Burke lifted his head from her lap, then slowly pulled himself into a sitting position. “When I stopped by the house this afternoon to pay my condolences, I was told I wasn’t welcome.”
“Oh, how dreadful for you.” Callie wrapped her arms around him and hugged him to her.
Engulfing her in his embrace, Burke melted against her. “The maid who turned me away followed me out into the street and told me that Mr. Seamus had asked for me on his deathbed and they had told him I wouldn’t come.”
“Oh, God!” Callie held Burke, offering him sympathy and comfort and tender care.
He buried his face against her neck. She caressed the back of his head, then turned and kissed him sweetly on his temple. He lifted his face to her, and his breathtaking blue eyes glistened with moisture.
“It’s all right,” she said. “It really is quite all right to cry for your father.”
“I don’t cry,” he told her, the tone of his voice hard, even if his words were slightly slurred. “I’ve cried only once since I was a lad of six, when someone called me an ugly name and I knew what it meant.
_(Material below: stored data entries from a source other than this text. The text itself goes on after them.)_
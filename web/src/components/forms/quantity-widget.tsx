/**
 * A numeric field with a unit (the schema's `x-unit`) that takes engineering notation as typed:
 * "4k7", "4.7k", "10u", "2 pF", "-12 V", "1M" (mega), "1m" (milli), "1meg", "4.7 pf". The typed
 * text stays as typed; the value understood is shown under it ("= 4.7 kΩ"), or why it cannot be
 * read, and a note when it lies outside the field's usual range (`x-typical`): "60M" in a power
 * budget reads 60 MW, with the hint that M is mega.
 */
import type { WidgetProps } from '@rjsf/utils';
import { ariaDescribedByIds } from '@rjsf/utils';
import { useEffect, useState, type ChangeEvent } from 'react';
import { cn } from '../../lib/cn';
import { formContextOf } from './form-context';
import { inputClass } from './input-class';
import { quantityText, readingText, readQuantity, unitLabel } from './quantity-text';
import { formatQuantity } from '#shared/units/format-quantity';
import { plausibilityNote, typicalRangeOf } from '#shared/units/plausibility';

/** The unit a schema node declares, "1" (a plain number) when it declares none. */
export function schemaUnit(schema: object): string {
  const unit = (schema as Record<string, unknown>)['x-unit'];
  return typeof unit === 'string' ? unit : '1';
}

const sameNumber = (a: unknown, b: unknown) => a === b || (a === undefined && b === null) || (a === null && b === undefined);

export function QuantityWidget(props: WidgetProps) {
  const { id, value, onChange, onBlur, onFocus, schema, readonly, disabled, required, autofocus, placeholder, rawErrors, registry, htmlName } = props;
  const unit = schemaUnit(schema);
  // The text and the number it stands for; a new value from outside (a reset) replaces the text
  const [field, setField] = useState(() => ({ text: quantityText(value, unit), value: value as number | undefined }));
  if (!sameNumber(value, field.value)) setField({ text: quantityText(value, unit), value });
  const reading = readQuantity(field.text, unit);
  const unreadable = reading.kind === 'unreadable' ? reading.message : null;
  const implausible = reading.kind === 'value' ? plausibilityNote(reading.value, unit, typicalRangeOf(schema)) : null;
  const { reportUnreadable } = formContextOf(registry);

  useEffect(() => {
    reportUnreadable?.(id, unreadable);
  }, [reportUnreadable, id, unreadable]);
  useEffect(() => () => reportUnreadable?.(id, null), [reportUnreadable, id]);

  const symbol = unitLabel(unit);
  if (readonly) {
    const shown = typeof value === 'number' ? formatQuantity(value, unit, 6) : '';
    return <input id={id} name={htmlName || id} readOnly value={shown} placeholder="not set" className={inputClass({ readonly: true })} aria-describedby={ariaDescribedByIds(id)} />;
  }

  const onText = (event: ChangeEvent<HTMLInputElement>) => {
    const text = event.target.value;
    const next = readQuantity(text, unit);
    const number = next.kind === 'value' ? next.value : undefined;
    setField({ text, value: number });
    onChange(number);
  };
  const readingId = `${id}__reading`;
  const unitId = `${id}__unit`;
  const invalid = unreadable !== null || (rawErrors?.length ?? 0) > 0;
  return (
    <div>
      <div className={cn('flex items-stretch', disabled && 'opacity-60')}>
        <input
          id={id}
          name={htmlName || id}
          type="text"
          inputMode="text"
          autoComplete="off"
          spellCheck={false}
          value={field.text}
          placeholder={placeholder}
          disabled={disabled}
          autoFocus={autofocus}
          required={required}
          aria-invalid={invalid || undefined}
          aria-describedby={[ariaDescribedByIds(id), symbol && unitId, readingId].filter(Boolean).join(' ')}
          onChange={onText}
          onBlur={() => onBlur(id, field.value)}
          onFocus={() => onFocus(id, field.value)}
          className={cn(inputClass({ invalid }), symbol && 'rounded-r-none')}
        />
        {symbol && (
          <span
            id={unitId}
            className="flex min-w-9 shrink-0 items-center justify-center whitespace-nowrap rounded-r-md border border-l-0 border-rule bg-paper px-2 text-xs text-ink-soft dark:border-night-rule dark:bg-night-sheet dark:text-night-ink-soft"
          >
            {symbol}
          </span>
        )}
      </div>
      <p id={readingId} className={cn('mt-0.5 min-h-4 text-xs tabular-nums', unreadable ? 'text-short dark:text-short-bright' : 'text-ink-soft dark:text-night-ink-soft')}>
        {reading.kind === 'value' && readingText(reading.value, unit)}
        {implausible && (
          <span className="block text-note dark:text-note-bright">
            <span aria-hidden="true">! </span>
            {implausible}
          </span>
        )}
        {unreadable && (
          <>
            <span aria-hidden="true">✕ </span>
            {unreadable}
          </>
        )}
      </p>
    </div>
  );
}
The other time—the last time—was when my dog Skippy died. I was eleven and knew better than to act like a crybaby.”
She couldn’t bear it, Callie thought. This beautiful, brokenhearted man, who so desperately needed the relief of tears, refused to give in to his emotions. Horrid masculine trait! She wanted nothing more at that moment than to ease his suffering, to erase the pain she saw in his eyes and somehow give him the emotional release he needed.
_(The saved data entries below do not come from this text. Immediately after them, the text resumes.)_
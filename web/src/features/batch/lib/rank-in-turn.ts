/**
 * Ranks a batch one spec after another (each ranking is a few hundred milliseconds of engine
 * work on the server; one at a time keeps the server free for everyone else), reporting progress
 * before each spec, going on past a failure, and stopping between specs when asked. When the
 * server says to wait (its per-person limit on proposals), the same spec is asked for again after
 * the wait, which the progress reports. Pure apart from the timer.
 */

export interface RankItem {
  specId: number;
  title: string;
}

export interface RankOutcome<P> {
  item: RankItem;
  proposal?: P;
  error?: string;
}

export interface RankProgress {
  done: number;
  total: number;
  /** The spec being ranked now (null once finished or stopped). */
  current: RankItem | null;
  /** Seconds the run waits before asking for the current spec again (the server's limit), when it does. */
  waitingS?: number;
}

/** The default pause: how long to wait before asking again after the server's "too many" (null: a plain failure). */
export type WaitBefore = (error: unknown) => number | null;

const pause = (ms: number) => new Promise<void>((resolve) => setTimeout(resolve, ms));

export async function rankInTurn<P>(
  items: readonly RankItem[],
  rankOne: (specId: number) => Promise<P>,
  options: { onProgress?: (progress: RankProgress) => void; shouldStop?: () => boolean; waitBefore?: WaitBefore; sleep?: (ms: number) => Promise<void> } = {},
): Promise<RankOutcome<P>[]> {
  const outcomes: RankOutcome<P>[] = [];
  const sleep = options.sleep ?? pause;
  for (const item of items) {
    if (options.shouldStop?.()) break;
    options.onProgress?.({ done: outcomes.length, total: items.length, current: item });
    for (;;) {
      try {
        outcomes.push({ item, proposal: await rankOne(item.specId) });
      } catch (error) {
        const waitMs = options.waitBefore?.(error) ?? null;
        if (waitMs !== null && !options.shouldStop?.()) {
          options.onProgress?.({ done: outcomes.length, total: items.length, current: item, waitingS: Math.ceil(waitMs / 1000) });
          await sleep(waitMs);
          if (!options.shouldStop?.()) continue;
        }
        outcomes.push({ item, error: error instanceof Error ? error.message : 'The ranking could not be made.' });
      }
      break;
    }
  }
  options.onProgress?.({ done: outcomes.length, total: items.length, current: null });
  return outcomes;
}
As if he could read her mind, Burke studied her intently and then without a word he covered her mouth with his. The kiss was wildly passionate, and yet an odd blend of tenderness and savagery. He devoured. Taking, demanding, needing. At first, she simply allowed his plundering, but within moments she responded. Hesitantly she opened her mouth, inviting his invasion. But the second he cupped the back of her head, pressing her deeper into the kiss, she ignited, like dry timber to a lit match. Rational thought ceased. Sensation ruled her completely.
All her bruised and battered emotions clashed with sexual heat and the two melded into raw, primitive need.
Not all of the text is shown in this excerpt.